With the first group of four stones in place, Jane now offered the pipe through the tent flap. A thread of pungent smoke followed the pipe bowl toward Little Elk’s hands.

She took the pipe, held it before her, and intoned. “Mitakuye oyas’in.” All my relatives, living and dead.

Raising it to her lips, she drew a deep lungful of smoke and held it for a moment. Three more long draughts of smoke made the sacred count of four and hazed the interior darkness of the tent, thickening the air. She passed the pipe back outside. From the basin of water beside her, she filled a spoon made from the horn of a mountain sheep and poured the water over the stones. A crackling, sizzling blast of steam boiled from the rocks and filled the tent. Three more splashes of water made the sacred count of four, and the interior of the tent grew hot and thick and smothering. The steam burned the inside of her nostrils, made her eyes water, and sweat sprang from her skin. She started breathing through her mouth.
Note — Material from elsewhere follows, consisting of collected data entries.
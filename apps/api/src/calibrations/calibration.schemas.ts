import { createZodDto } from 'nestjs-zod';
import { z } from 'zod';

import { exactlyOne } from '../calculations/calculations.schemas';
import { GravimetricVolumeRequestSchema } from '../calculations/gravimetric.schemas';
import { pageQuerySchema } from '../common/pagination';
import { inStoredYears, storedYears } from '../common/calendar-range';
import { characterCount } from '../common/plain-text';
import { quantity } from '../common/quantity';
import { storedQuantity, text } from '../inventory/inventory.schemas';

/*
 * Request bodies of /v1/calibrations. Quantities follow common/quantity.ts; the
 * replicate and uncertainty shapes are those of POST /v1/calculations/gravimetric-volume.
 * Which readings a replicate carries (filledG/emptyG or beforeG/afterG) and how many
 * points a vessel needs depend on the vessel, so the service checks them.
 */

export const CALIBRATION_STATES = ['draft', 'submitted', 'approved', 'returned', 'voided'] as const;
export type CalibrationState = (typeof CALIBRATION_STATES)[number];

/** 2 to 30 replicates per point: every published procedure fits, and the work stays bounded. */
export const MIN_REPLICATES = 2;
export const MAX_REPLICATES = 30;
export const MAX_POINTS = 20;

const gravimetric = GravimetricVolumeRequestSchema.shape;

const replicates = z
  .array(gravimetric.replicates.element)
  .min(MIN_REPLICATES, { error: `needs at least ${MIN_REPLICATES} replicates` })
  .max(MAX_REPLICATES, { error: `accepts at most ${MAX_REPLICATES} replicates` })
  .meta({
    description: `${MIN_REPLICATES} to ${MAX_REPLICATES} replicates: filledG + emptyG for a vessel adjusted to contain, beforeG + afterG for one adjusted to deliver, and the water temperature`,
  });

export const PointSchema = z.strictObject({
  nominalVolumeMl: quantity(
    'The volume tested at, mL: the nominal volume for one-mark ware (may be left out), a volume up to the nominal for graduated ware',
    '25',
  ).optional(),
  replicates,
});
export type PointInput = z.output<typeof PointSchema>;

/** Air conditions at the balance; stored in columns of their own, so limited to their precision. */
export const CalibrationAirSchema = z.strictObject({
  temperatureC: storedQuantity('Air temperature, °C (CIPM-2007: 15 to 27 °C)', '21.8', { precision: 6, scale: 3, zeroAllowed: true }),
  pressurePa: storedQuantity('Absolute air pressure at the balance, Pa', '98650', { precision: 10, scale: 2 }),
  relativeHumidityPercent: storedQuantity('Relative humidity, %', '41', { precision: 6, scale: 3, zeroAllowed: true }),
  co2MoleFraction: quantity('Mole fraction of CO2; default 0.0004').optional(),
});
export type CalibrationAir = z.output<typeof CalibrationAirSchema>;

const airDensityKgPerM3 = storedQuantity('A measured air density, kg/m3 (instead of airConditions)', '1.1669', {
  precision: 10,
  scale: 7,
});
const weightDensityKgPerM3 = quantity(
  'Density of the weights the balance was adjusted with, kg/m3; default: the balance record’s adjustment-weight density',
  '8000',
);
const waterAirSaturated = z.boolean().meta({ description: 'Water left standing in air: apply the air-saturation correction' });
const performedAt = z.iso
  .datetime({ offset: true, error: 'must be an ISO 8601 date-time with a zone, e.g. 2026-03-02T09:30:00Z' })
  .refine(inStoredYears, storedYears)
  .meta({ description: 'When the weighings were made (not in the future)', example: '2026-03-02T09:30:00Z' });
const points = z
  .array(PointSchema)
  .min(1, { error: 'needs at least one point' })
  .max(MAX_POINTS, { error: `accepts at most ${MAX_POINTS} points` })
  .meta({
    description:
      'One point at the nominal volume for one-mark ware; two or more distinct volumes up to the nominal (e.g. 10 %, 50 %, 100 %) for burettes, graduated pipettes, graduated cylinders and variable piston pipettes',
  });
const notes = text(2000, 'Free notes on the run', 'Second run after cleaning the tip.');

export const CreateCalibrationSchema = z
  .strictObject({
    vesselId: z.uuid({ error: 'must be a UUID' }),
    performerId: z
      .uuid({ error: 'must be a UUID' })
      .optional()
      .meta({ description: 'Who performed it; default you. A lab manager may enter a calibration for an analyst or manager of the lab.' }),
    balanceId: z.uuid({ error: 'must be a UUID' }),
    thermometerId: z.uuid({ error: 'must be a UUID' }).meta({ description: 'A thermometer or thermohygrometer of the lab' }),
    performedAt,
    airConditions: CalibrationAirSchema.optional(),
    airDensityKgPerM3: airDensityKgPerM3.optional(),
    weightDensityKgPerM3: weightDensityKgPerM3.optional(),
    waterAirSaturated: waterAirSaturated.optional(),
    uncertainties: gravimetric.uncertainties,
    points,
    notes: notes.optional(),
  })
  .superRefine(exactlyOne('airDensityKgPerM3', 'airConditions'));
export class CreateCalibrationDto extends createZodDto(CreateCalibrationSchema) {}
export type CreateCalibration = z.output<typeof CreateCalibrationSchema>;

export const UpdateCalibrationSchema = z
  .strictObject({
    balanceId: z.uuid({ error: 'must be a UUID' }).optional(),
    thermometerId: z.uuid({ error: 'must be a UUID' }).optional(),
    performedAt: performedAt.optional(),
    airConditions: CalibrationAirSchema.optional().meta({ description: 'Replaces the air conditions (and a measured air density)' }),
    airDensityKgPerM3: airDensityKgPerM3.optional().meta({ description: 'Replaces the air conditions with a measured air density' }),
    weightDensityKgPerM3: weightDensityKgPerM3.nullable().optional().meta({ description: 'null: back to the balance’s value' }),
    waterAirSaturated: waterAirSaturated.optional(),
    uncertainties: gravimetric.uncertainties.optional(),
    points: points.optional().meta({ description: 'Replaces every point' }),
    notes: notes.nullable().optional(),
  })
  .superRefine((value, ctx) => {
    if (value.airConditions !== undefined && value.airDensityKgPerM3 !== undefined) {
      ctx.addIssue({ code: 'custom', path: ['airDensityKgPerM3'], message: 'give only one of airDensityKgPerM3 and airConditions' });
    }
    if (Object.values(value).every((v) => v === undefined))
      ctx.addIssue({ code: 'custom', path: [], message: 'change at least one member' });
  });
export class UpdateCalibrationDto extends createZodDto(UpdateCalibrationSchema) {}
export type UpdateCalibration = z.output<typeof UpdateCalibrationSchema>;

/** A body that may be left out altogether (no body is read as {}). */
const optionalBody = <T extends z.ZodType>(schema: T) => z.preprocess((v) => v ?? {}, schema);

export const SubmitCalibrationSchema = optionalBody(
  z.strictObject({
    exceptionReason: text(
      1000,
      'Only where the lab allows exceptions: why the calibration is accepted although a traceability rule is broken (recorded with it and in the audit trail)',
      'Balance certificate renewed on site; the provider’s paperwork follows.',
    ).optional(),
  }),
);
export class SubmitCalibrationDto extends createZodDto(SubmitCalibrationSchema) {}
export type SubmitCalibration = z.output<typeof SubmitCalibrationSchema>;

export const ApproveCalibrationSchema = optionalBody(
  z.strictObject({
    note: text(2000, 'Reviewer’s note, kept with the record', 'Raw data checked against the balance printout.').optional(),
  }),
);
export class ApproveCalibrationDto extends createZodDto(ApproveCalibrationSchema) {}

export const ReturnCalibrationSchema = z.strictObject({
  note: text(2000, 'What the performer must correct (required)', 'Replicate 3 looks mistyped; check the printout.'),
});
export class ReturnCalibrationDto extends createZodDto(ReturnCalibrationSchema) {}

export const VoidCalibrationSchema = z.strictObject({
  reason: text(1000, 'Why the record is voided (at least 3 characters)', 'Entered against the wrong vessel.').refine(
    (s) => characterCount(s) >= 3,
    {
      error: 'must be at least 3 characters',
    },
  ),
});
export class VoidCalibrationDto extends createZodDto(VoidCalibrationSchema) {}

export const CalibrationIdParamSchema = z.strictObject({ id: z.uuid({ error: 'must be a UUID' }) });
export class CalibrationIdParamDto extends createZodDto(CalibrationIdParamSchema) {}

const instant = (description: string) =>
  z.iso.datetime({ offset: true, error: 'must be an ISO 8601 date-time' }).refine(inStoredYears, storedYears).meta({ description });

export const CalibrationListQuerySchema = pageQuerySchema.strict().extend({
  labId: z.uuid().optional().meta({ description: 'Only this lab’s calibrations (a lab you cannot read gives an empty list)' }),
  vesselId: z.uuid().optional(),
  performerId: z.uuid().optional(),
  state: z.enum(CALIBRATION_STATES).optional(),
  performedFrom: instant('Performed at or after this instant').optional(),
  performedTo: instant('Performed before this instant').optional(),
});
export class CalibrationListQueryDto extends createZodDto(CalibrationListQuerySchema) {}
export type CalibrationListQuery = z.output<typeof CalibrationListQuerySchema>;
She took up the small skin drum beside her and began to sing the old songs. At this prearranged moment, her assistants and several complicit friends outside began to sing other songs, loud and raucous and unrelated to her efforts. If the white soldiers came to investigate the noise, the women were only singing songs to entertain themselves.

Her words and her mind fell into the old songs, and her wish for a vision swirled with the rhythm of her voice.